Lines from the line with "ranks: pd.DataFrame" to the line with "cells = cells[cells].reset_index().iloc[:, :2]" in the entries below, and only those, must be output exactly, with both ends included.

[Stored data]
-- Opening Marker --

"""The score matrix (datasets x encoders of one model and metric) and per-cell summaries."""

from __future__ import annotations

from dataclasses import dataclass, field

import numpy as np
import pandas as pd
from scipy import stats as sps

from harness.stats._common import (
    MISSING_POLICIES,
    _check_choice,
    _metric_columns,
    _row_test_train_ratio,
    ok_rows,
    orientation,
)
from harness.stats._tests import CorrectedT, _corrected_se, corrected_t


def _interval_columns(g: pd.DataFrame, alpha: float) -> pd.DataFrame:
    """Add ``ci_low``/``ci_high`` to a frame with ``mean, std, n, ratio`` columns."""
    se = _corrected_se(g["std"], g["n"], g["ratio"])
    dof = (g["n"] - 1).where(g["n"] > 1)
    half = sps.t.ppf(1 - alpha / 2, dof) * se
    return g.assign(ci_low=g["mean"] - half, ci_high=g["mean"] + half)


def summarize_cells(
    results: pd.DataFrame, *, metrics=None, alpha: float = 0.05, model_column: str = "model"
) -> pd.DataFrame:
    """Mean of each metric over folds and repeats per dataset x encoder x model.

    Parameters
    ----------
    results : DataFrame
        The results table.
    metrics : list of str, optional
        Metric columns; by default every known metric column present.
    alpha : float
        Two-sided level of the interval.
    model_column : str
        ``"model"`` (config label) or ``"model_family"``.

    Returns
    -------
    DataFrame
        Columns ``dataset, encoder, <model_column>, metric, mean, std, n, ratio, ci_low,
        ci_high`` (long format, one row per cell and metric; ``ratio`` is the mean
        n_test/n_train used). NaN metric values (not applicable) are skipped.

    References
    ----------
    Nadeau & Bengio (2003), Machine Learning 52; Bouckaert & Frank (2004), PAKDD.
    """
    df = ok_rows(results)
    metrics = _metric_columns(df, metrics)
    keys = ["dataset", "encoder", model_column]
    df = df.assign(_ratio=_row_test_train_ratio(df))
    long = df.melt(id_vars=keys + ["_ratio"], value_vars=metrics, var_name="metric", value_name="value").dropna(
        subset=["value"]
    )
    g = (
        long.groupby(keys + ["metric"], sort=True)
        .agg(mean=("value", "mean"), std=("value", "std"), n=("value", "size"), ratio=("_ratio", "mean"))
        .reset_index()
    )
    return _interval_columns(g, alpha)


def paired_corrected_t(
    results: pd.DataFrame,
    *,
    dataset: str,
    model: str,
    encoder_a: str,
    encoder_b: str,
    metric: str,
    alpha: float = 0.05,
    model_column: str = "model",
) -> CorrectedT:
    """Corrected resampled t test between two encoders on one dataset and model.

    The differences ``d = oriented(a) - oriented(b)`` are paired by (repeat, fold), so a
    positive mean says encoder ``a`` is better whatever the metric's orientation.

    Returns
    -------
    CorrectedT
        NaN statistics when fewer than two paired folds exist.

    References
    ----------
    Nadeau & Bengio (2003), Machine Learning 52:239-281; Bouckaert & Frank (2004), PAKDD.
    """
    sign = orientation(metric)
    df = ok_rows(results)
    df = df.loc[(df["dataset"] == dataset) & (df[model_column] == model) & df["encoder"].isin([encoder_a, encoder_b])]
    wide = df.pivot_table(index=["repeat", "fold"], columns="encoder", values=metric, aggfunc="mean")
    if encoder_a not in wide or encoder_b not in wide:
        return corrected_t([], np.nan, alpha=alpha)
    d = sign * (wide[encoder_a] - wide[encoder_b])
    ratio = float(_row_test_train_ratio(df).mean()) if len(df) else np.nan
    return corrected_t(d.to_numpy(), ratio, alpha=alpha)


# ----------------------------------------------------------------------- score matrix
@dataclass(frozen=True)
class ScoreMatrix:
    """Datasets x encoders mean scores of one model and metric, and their ranks.

    Attributes
    ----------
    scores : DataFrame
        Mean metric (raw orientation) per dataset (index) and encoder (columns), complete.
    ranks : DataFrame
        Same shape; 1 = best, ties averaged.
    dropped_datasets, dropped_encoders : tuple of str
        Removed by the missing-cell policy.
    missing_cells : DataFrame
        Columns ``dataset, encoder``: the cells that were missing before the policy.
    not_applicable : tuple of str
        Datasets on which no encoder has a value for ``metric``.
    """

    model: str
    metric: str
    scores: pd.DataFrame
    ranks: pd.DataFrame
    dropped_datasets: tuple = ()
    dropped_encoders: tuple = ()
    missing_cells: pd.DataFrame = field(default_factory=lambda: pd.DataFrame(columns=["dataset", "encoder"]))
    not_applicable: tuple = ()

    @property
    def oriented(self) -> pd.DataFrame:
        """Scores multiplied by the metric's orientation (greater is better)."""
        return self.scores * orientation(self.metric)

    @property
    def n_datasets(self) -> int:
        return int(self.scores.shape[0])

    @property
    def encoders(self) -> tuple:
        return tuple(self.scores.columns)


def rank_rows(oriented: pd.DataFrame) -> pd.DataFrame:
    """Rank each row, 1 = greatest oriented score, ties averaged (Demšar 2006, Sec. 3.2.2)."""
    return (-oriented).rank(axis=1, method="average")


def _apply_missing_policy(wide: pd.DataFrame, missing: str, keep=(), sign: float = 1.0):
    holes = wide.isna()
    cells = holes.stack()
    cells = cells[cells].reset_index().iloc[:, :2]
    cells.columns = ["dataset", "encoder"]
    if missing == "auto":
        # keep the larger complete block: an encoder that fails on many datasets (e.g.
        # native categoricals above a model's level limit) should not cost every dataset
        keep_ds = int((~holes.any(axis=1)).sum()) * wide.shape[1]
        keep_enc = int((~holes.any(axis=0)).sum()) * wide.shape[0]
        # the best encoder on the cells it has (mean within-dataset rank) is never dropped
        best = (sign * wide).rank(axis=1, ascending=False).mean().idxmin() if wide.size else None
        protected = bool((set(keep) | {best}) & set(wide.columns[holes.any(axis=0)]))
        missing = "drop_datasets" if keep_ds >= keep_enc or protected else "drop_encoders"
    if missing == "drop_datasets":
        bad = holes.any(axis=1)
        return wide.loc[~bad], tuple(wide.index[bad]), (), cells
    bad = holes.any(axis=0)
    return wide.loc[:, ~bad], (), tuple(wide.columns[bad]), cells


def score_matrix(
    results: pd.DataFrame,
    model: str,
    metric: str,
    *,
    missing: str = "auto",
    datasets=None,
    model_column: str = "model",
    keep=(),
) -> ScoreMatrix:
    """Build the datasets x encoders matrix of mean scores and per-dataset ranks.

    Parameters
    ----------
    results : DataFrame
        The results table.
    model : str
        Value of ``model_column`` to keep.
    metric : str
        Metric column (orientation from ``GREATER_IS_BETTER``).
    missing : {"auto", "drop_datasets", "drop_encoders"}
        Missing-cell policy (module docstring); ``"auto"`` applies whichever of the two
        keeps more complete cells (ties: drop datasets), except that it never drops an
        encoder named in ``keep``.
    datasets : iterable of str, optional
        Restrict to these datasets (e.g. one cardinality regime).
    model_column : str
        ``"model"`` or ``"model_family"``.
    keep : iterable of str
        Encoders the ``"auto"`` policy must not drop (the reference and the choice).

    Returns
    -------
    ScoreMatrix

    Raises
    ------
    ConfigError
        Unknown ``missing`` policy or metric.

    References
    ----------
    Demšar, J. (2006). Statistical comparisons of classifiers over multiple data sets.
    JMLR 7:1-30, Sec. 3.2.2 (ranks, ties averaged).
    """
    _check_choice("missing", missing, MISSING_POLICIES)
    sign = orientation(metric)
    df = ok_rows(results)
    df = df.loc[df[model_column] == model]
    if datasets is not None:
        df = df.loc[df["dataset"].isin(list(datasets))]
    wide = df.groupby(["dataset", "encoder"])[metric].mean().unstack("encoder")
    empty = wide.isna().all(axis=1)
    n_a, wide = tuple(wide.index[empty]), wide.loc[~empty]
    kept, d_ds, d_enc, cells = _apply_missing_policy(wide, missing, keep, sign)
    kept = kept.astype(float)
    return ScoreMatrix(model, metric, kept, rank_rows(sign * kept), d_ds, d_enc, cells, n_a)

-- Closing Marker --

**ANSWER BOX**
    ranks: pd.DataFrame
    dropped_datasets: tuple = ()
    dropped_encoders: tuple = ()
    missing_cells: pd.DataFrame = field(default_factory=lambda: pd.DataFrame(columns=["dataset", "encoder"]))
    not_applicable: tuple = ()

    @property
    def oriented(self) -> pd.DataFrame:
        """Scores multiplied by the metric's orientation (greater is better)."""
        return self.scores * orientation(self.metric)

    @property
    def n_datasets(self) -> int:
        return int(self.scores.shape[0])

    @property
    def encoders(self) -> tuple:
        return tuple(self.scores.columns)


def rank_rows(oriented: pd.DataFrame) -> pd.DataFrame:
    """Rank each row, 1 = greatest oriented score, ties averaged (Demšar 2006, Sec. 3.2.2)."""
    return (-oriented).rank(axis=1, method="average")


def _apply_missing_policy(wide: pd.DataFrame, missing: str, keep=(), sign: float = 1.0):
    holes = wide.isna()
    cells = holes.stack()
    cells = cells[cells].reset_index().iloc[:, :2]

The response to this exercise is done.